Let $M$ be a connected, simply connected, oriented, closed, smooth four-manifold which is spin (or equivalently having even intersection form) and put $M^{\times }≔M\setminus \left\{\mathrm{point}\right\}$. In this paper we prove that if $X^{\times }$ is a smooth four-manifold homeomorphic but not necessarily diffeomorphic to $M^{\times }$ (more precisely, it carries a smooth structure à la Gompf) then $X^{\times }$ can be equipped with a complete Ricci-flat Riemannian metric. As a byproduct of the construction it follows that this metric is self-dual as well consequently $X^{\times }$ with this metric is in fact a hyper-Kähler manifold. In particular we find that the largest member of the Gompf–Taubes radial family of large exotic ${\mathbb{R}}^4$’s admits a complete Ricci-flat metric (and in fact it is a hyper-Kähler manifold).

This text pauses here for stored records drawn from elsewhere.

import { afterEach, beforeEach, expect } from 'vitest';

/**
 * A warning nobody reads hides the next one. Every test fails when something wrote to the console, unless
 * the test itself replaced that method (`vi.spyOn(console, 'error')`) and so says that it expects the text.
 */
const methods = ['debug', 'info', 'log', 'warn', 'error'] as const;

const noise: string[] = [];

for (const method of methods) {
  // eslint-disable-next-line no-console -- this is the one place that takes the console over
  console[method] = (...words: unknown[]) => {
    noise.push(`console.${method}: ${words.map(asText).join(' ')}`);
  };
}

function asText(word: unknown): string {
  if (word instanceof Error) return word.stack ?? word.message;
  return typeof word === 'string' ? word : JSON.stringify(word);
}

beforeEach(() => {
  noise.length = 0;
});

afterEach(() => {
  expect(noise.splice(0), 'nothing may be written to the console during a test').toEqual([]);
});
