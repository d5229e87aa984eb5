import { vi } from 'vitest';
import { OFFICER } from './on-board.js';

export interface Sent {
  method: string;
  path: string;
  body: unknown;
}

/** Answers by `METHOD /path` without the query: a value, or a function of what was sent. */
export type Answers = Readonly<Record<string, unknown>>;

/**
 * Replaces `fetch` with answers of one's own and keeps what was sent. What has no answer is refused loudly; the
 * session answers by itself, because every first write asks it for its token.
 */
export function answerWith(own: Answers): Sent[] {
  const answers: Answers = { 'GET /api/session': OFFICER, ...own };
  const log: Sent[] = [];
  vi.stubGlobal('fetch', async (address: string, init: RequestInit = {}) => {
    const url = new URL(address, 'http://board.example');
    const method = init.method ?? 'GET';
    const body: unknown = typeof init.body === 'string' ? JSON.parse(init.body) : undefined;
    const sent = { method, path: url.pathname, body };
    log.push(sent);
    const key = `${method} ${url.pathname}`;
    if (!(key in answers)) throw new Error(`No answer for ${key}`);
    const answer = answers[key];
    const value: unknown =
      typeof answer === 'function' ? await (answer as AnswerFunction)(sent, url.searchParams) : answer;
    return value instanceof Response ? value : Response.json(value);
  });
  return log;
}

type AnswerFunction = (sent: Sent, search: URLSearchParams) => unknown;

/** A refusal as the server sends it. */
export function refusal(slug: string, status: number, more: Record<string, unknown> = {}): Response {
  const problem = { type: `/problems/${slug}`, title: slug, status, detail: slug, ...more };
  return new Response(JSON.stringify(problem), {
    status,
    headers: { 'Content-Type': 'application/problem+json' },
  });
}
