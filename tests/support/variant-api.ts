import type { Variant, VariantInput } from '#shared/contracts/variants.js';
import type { Client } from './api.js';

/** Waits for the red star instead of the Cluster; whole, ready to send. */
export function variantInput(changes: Partial<VariantInput> = {}): VariantInput {
  return {
    difference: 'other-marker',
    lead: { type: 'marker', markerKey: 'hr1457', phenomenon: 'heliacal-rising', occurrence: 1 },
    offsets: { earliestDays: 3, bestFromDays: 7, bestToDays: 23, lastAdvisedDays: 28 },
    otherSigns: '',
    ifLate: '',
    giver: 'A-3',
    giverId: null,
    confidence: 'strong',
    basis: 'handed-down',
    note: 'Waits for the red star.',
    sharingLevel: 'village',
    ...changes,
  };
}

export async function addVariant(
  client: Client,
  calendarId: string,
  entryId: string,
  changes: Partial<VariantInput> = {},
): Promise<Variant> {
  const path = `/api/calendars/${calendarId}/entries/${entryId}/variants`;
  return (await client.post(path, variantInput(changes)).expect(201)).body as Variant;
}
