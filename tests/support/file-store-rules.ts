import { randomBytes } from 'node:crypto';
import { Readable } from 'node:stream';
import { buffer } from 'node:stream/consumers';
import { beforeEach, expect, it } from 'vitest';
import { FileNotStored, type FileStore } from '#server/storage/file-store.js';

/** What every store of files must do. Call it inside `describe` with a maker of an empty store. */
export function holdsToTheRulesOfAFileStore(open: () => Promise<FileStore>): void {
  let store: FileStore;
  beforeEach(async () => {
    store = await open();
  });
  const newKey = () => randomBytes(16).toString('hex');
  const keep = async (text: string, key = newKey()) => {
    await store.put(Readable.from(Buffer.from(text)), key);
    return key;
  };
  const textOf = async (key: string, range?: { start: number; end: number }) =>
    (await buffer(await store.read(key, range))).toString();
  const keysOf = async () => {
    const keys: string[] = [];
    for await (const key of store.keys()) keys.push(key);
    return keys.sort();
  };

  it('gives back what was kept, whole and in part', async () => {
    const key = await keep('a voice');
    expect(await textOf(key)).toBe('a voice');
    expect(await textOf(key, { start: 2, end: 4 })).toBe('voi');
    expect(await textOf(key, { start: 6, end: 6 })).toBe('e');
  });

  it('knows how large a file is and since when it is kept', async () => {
    const facts = await store.stat(await keep('a voice'));
    expect(facts?.bytes).toBe(7);
    expect(facts?.storedAt).toBeInstanceOf(Date);
  });

  it('keeps an empty file', async () => {
    expect((await store.stat(await keep('')))?.bytes).toBe(0);
  });

  it('has nothing under a key that nobody used', async () => {
    expect(await store.stat(newKey())).toBeNull();
    await expect(store.read(newKey())).rejects.toThrow(FileNotStored);
  });

  it('never writes over what is kept', async () => {
    const key = await keep('first');
    await expect(keep('second', key)).rejects.toThrow();
    expect(await textOf(key)).toBe('first');
  });

  it('keeps nothing of a file that broke off', async () => {
    const key = newKey();
    const breaksOff = Readable.from(
      (function* () {
        yield Buffer.from('half a ');
        throw new Error('the line is dead');
      })(),
    );
    await expect(store.put(breaksOff, key)).rejects.toThrow('the line is dead');
    expect(await store.stat(key)).toBeNull();
    expect(await keysOf()).toEqual([]);
  });

  it('forgets what is removed, and does not mind removing it again', async () => {
    const key = await keep('a voice');
    await store.remove(key);
    await store.remove(key);
    expect(await store.stat(key)).toBeNull();
    await expect(store.read(key)).rejects.toThrow(FileNotStored);
  });

  it('names every key once', async () => {
    expect(await keysOf()).toEqual([]);
    const kept = [await keep('one'), await keep('two'), await keep('three')];
    expect(await keysOf()).toEqual(kept.sort());
  });

  it.each(['../../etc/passwd', 'AB', '', `${'a'.repeat(31)}/`])('takes no key like %j', async (key) => {
    await expect(keep('x', key)).rejects.toThrow(TypeError);
    await expect(store.read(key)).rejects.toThrow(TypeError);
  });
}
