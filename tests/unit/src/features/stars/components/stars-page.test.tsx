import { act, screen, within } from '@testing-library/react';
import { afterEach, beforeAll, beforeEach, describe, expect, it, vi } from 'vitest';
import { isGoodMarker } from '#src/features/stars/model/star-choice.js';
import { StarsPage } from '#src/features/stars/components/stars-page.js';
import { answerWith, type Sent } from '#tests/support/answers.js';
import { renderOnBoard } from '#tests/support/on-board.js';
import { starTable, TAZIMEL } from '#tests/support/stars-of-tazimel.js';

// Fifty rows of pictures in jsdom take seconds on a busy machine, a hundredth of that in a browser.
vi.setConfig({ testTimeout: 30_000 });

const communityPath = `/api/communities/${TAZIMEL.communityId}`;
const tables = new Map<number, Awaited<ReturnType<typeof starTable>>>();

beforeAll(async () => {
  for (const year of [2027, -43]) tables.set(year, await starTable(year));
}, 60_000);

beforeEach(() => {
  vi.useFakeTimers({ shouldAdvanceTime: true, now: new Date('2027-06-07T09:00:00Z') });
});

afterEach(() => {
  vi.useRealTimers();
  vi.unstubAllGlobals();
});

function serve(): Sent[] {
  return answerWith({
    [`GET ${communityPath}/places`]: { items: [TAZIMEL], nextCursor: null },
    [`GET /api/places/${TAZIMEL.id}/stars`]: (_: Sent, search: URLSearchParams) =>
      tables.get(Number(search.get('year'))),
  });
}

/** A screen of 1280 pixels: jsdom itself has none, and then the cards of a phone are shown. */
function onWideScreen() {
  vi.stubGlobal('matchMedia', () => ({
    matches: true,
    addEventListener: () => undefined,
    removeEventListener: () => undefined,
  }));
}

const open = (path = '/stars') => renderOnBoard(<StarsPage />, { path, pattern: '/stars' });
const rest = () => act(() => vi.advanceTimersByTimeAsync(400));
/** Read from the table itself: asking for roles goes through thousands of cells. */
const names = () => [...document.querySelectorAll('tbody th a')].map((link) => link.textContent);
const ready = () => vi.waitFor(() => expect(names().length).toBeGreaterThan(0));

describe('the table of stars', () => {
  it('has a lane in every row, a range under each date, and one sentence where there is no date', async () => {
    onWideScreen();
    serve();
    await open('/stars?show=all&q=polaris');
    const row = await screen.findByRole('row', { name: /Polaris/ });
    expect(within(row).getByRole('img', { name: /seen all night all year/ })).toBeTruthy();
    const sentence = within(row).getByText(/Never sets here: it stands in the north/);
    expect(sentence.getAttribute('colspan')).toBe('5');
  });

  it('never shows a date without its range', async () => {
    onWideScreen();
    serve();
    await open('/stars?q=pleiades');
    await ready();
    const table = screen.getByRole('table');
    const [, pleiades] = within(table).getAllByRole('row');
    if (!pleiades) throw new Error('no row');
    const cells = within(pleiades)
      .getAllByRole('cell')
      .map((cell) => cell.textContent.replaceAll('\u00a0', ' '));
    const occurrence = tables.get(2027)?.items.find((row) => row.markerKey === 'pleiades');
    expect(occurrence?.phenomena['heliacal-rising'].outcome).toBe('dated');
    for (const index of [1, 3, 4, 5]) {
      expect(cells[index]).toMatch(/^\d+ \w+\d+( \w+)? to \d+ \w+$/);
    }
  });

  it('shows fifty rows and as many more at a time', async () => {
    onWideScreen();
    serve();
    const { user } = await open('/stars?show=all');
    await ready();
    expect(names()).toHaveLength(50);
    expect(screen.getByText('Showing 50 of 836.')).toBeTruthy();
    await user.click(screen.getByText('Show 50 more'));
    expect(names()).toHaveLength(100);
  });

  it('sorts by its heads, and leaves those without a date last either way', async () => {
    onWideScreen();
    serve();
    const { user, address } = await open('/stars?q=alpha%20u');
    await ready();
    const head = (name: RegExp) => screen.getByRole('button', { name });
    expect([...names()].sort()).toEqual(['Dubhe', 'Polaris', 'Unukalhai']);
    // Polaris never sets here; magnitudes 1.8, 2.0 and 2.7.
    await user.click(head(/^Brightness/));
    expect(names()).toEqual(['Dubhe', 'Polaris', 'Unukalhai']);
    await user.click(head(/^Brightness/));
    expect(names()).toEqual(['Unukalhai', 'Polaris', 'Dubhe']);
    await user.click(head(/^First morning seen/));
    const forward = names();
    expect(forward.at(-1)).toBe('Polaris');
    await user.click(head(/^First morning seen/));
    expect(names()).toEqual([forward[1], forward[0], 'Polaris']);
    const column = screen.getByRole('columnheader', { name: /First morning seen/ });
    expect(column.getAttribute('aria-sort')).toBe('descending');
    await rest();
    expect(address()).toContain('sort=-heliacal-rising');
  });

  it.each([
    ['aldeb', 'Aldebaran'],
    ['alpha tau', 'Aldebaran'],
    ['α Tau', 'Aldebaran'],
    ['HR 1457', 'Aldebaran'],
    ['epsilon cygni', 'Epsilon Cygni'],
  ])('finds a star by %j', async (typed, expected) => {
    onWideScreen();
    serve();
    const { user } = await open('/stars?q=zzz');
    await screen.findByText('No star fits');
    await user.clear(screen.getByRole('searchbox'));
    await user.click(screen.getByRole('searchbox'));
    await user.paste(typed);
    expect(names()).toContain(expected);
    expect(names().length).toBeLessThan(8);
  });

  it('says what to do when nothing fits', async () => {
    onWideScreen();
    serve();
    const { user } = await open('/stars?q=zzz');
    await user.click(await screen.findByText('Show all stars'));
    expect(names()).toHaveLength(50);
  });

  it('takes a year as people write it, asks for it once, and says which calendar it is', async () => {
    onWideScreen();
    const log = serve();
    const { user, address } = await open('/stars?q=pleiades');
    await ready();
    const year = screen.getByRole('spinbutton', { name: 'Year' });
    await user.clear(year);
    await user.click(year);
    await user.paste('44 BC');
    await user.keyboard('{Enter}');
    await rest();
    await screen.findByRole('table', { name: /in 44 BC/ });
    expect(screen.getByText(/Julian calendar/)).toBeTruthy();
    expect(address()).toContain('year=-43');
    expect(log.filter(({ path }) => path.endsWith('/stars'))).toHaveLength(2);
  });
});

describe('the stars on a phone', () => {
  it('are cards with a lane and a sentence: when it comes back, and how long it was gone', async () => {
    serve();
    await open('/stars?q=pleiades');
    const heading = await screen.findByRole('heading', { name: 'Pleiades' });
    const card = heading.closest('article');
    expect(card?.textContent.replaceAll('\u00a0', ' ')).toMatch(
      /Comes back on the morning of about \d+ June, between \d+ and \d+ June, after about \d+ nights out of sight\./,
    );
    expect(card?.querySelector('svg[role="img"][aria-label*="2027"]')).not.toBeNull();
  });

  it('begin with good markers only', async () => {
    serve();
    await open();
    await screen.findByText('Pleiades');
    const good = tables.get(2027)?.items.filter(isGoodMarker).length ?? 0;
    expect(screen.getByText(`Showing 50 of ${good}.`)).toBeTruthy();
  });
});

describe('a village without a place', () => {
  it('is told the next step', async () => {
    answerWith({ [`GET ${communityPath}/places`]: { items: [], nextCursor: null } });
    await open();
    await screen.findByText('The dates need a watching place');
    expect(screen.getByRole('link', { name: 'Add the first place' }).getAttribute('href')).toBe(
      '/places/new',
    );
  });
});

These Riemannian solutions are then converted into Ricci-flat Lorentzian ones thereby exhibiting lot of new vacuum solutions which are not accessible by the initial value formulation. A natural physical interpretation of them in the context of the strong cosmic censorship conjecture and topology change is discussed.

让 $\mathrm{中号}$ 是一个连接的，简单连接的，定向的，闭合的，光滑的四歧管，该四歧管旋转（或等效地具有偶数相交形式）并放置 ${\mathrm{中号}}^{\times }≔\mathrm{中号}\setminus \left\{\mathrm{观点}\right\}$。在本文中，我们证明$X^{\times }$ 是光滑的四流形同胚，但不一定对 ${\mathrm{中号}}^{\times }$（更确切地说，它带有一个光滑结构点菜Gompf）然后$X^{\times }$可以配备完整的Ricci-flat Riemannian度量。作为构造的副产品，因此该度量标准也是自对偶的$X^{\times }$使用此度量标准实际上是超凯勒流形。特别是，我们发现Gompf–Taubes径向异域家族的最大成员${\mathbb{[R}}^4$承认了完整的Ricci-flat指标（实际上，它是一个超Kähler流形）。

然后，将这些黎曼解决方案转换为Ricci-flat Lorentzian解决方案，从而展示出许多新的真空解决方案，这些价值无法通过初始值公式获得。讨论了在强大的宇宙检查猜想和拓扑变化的背景下对它们的自然物理解释。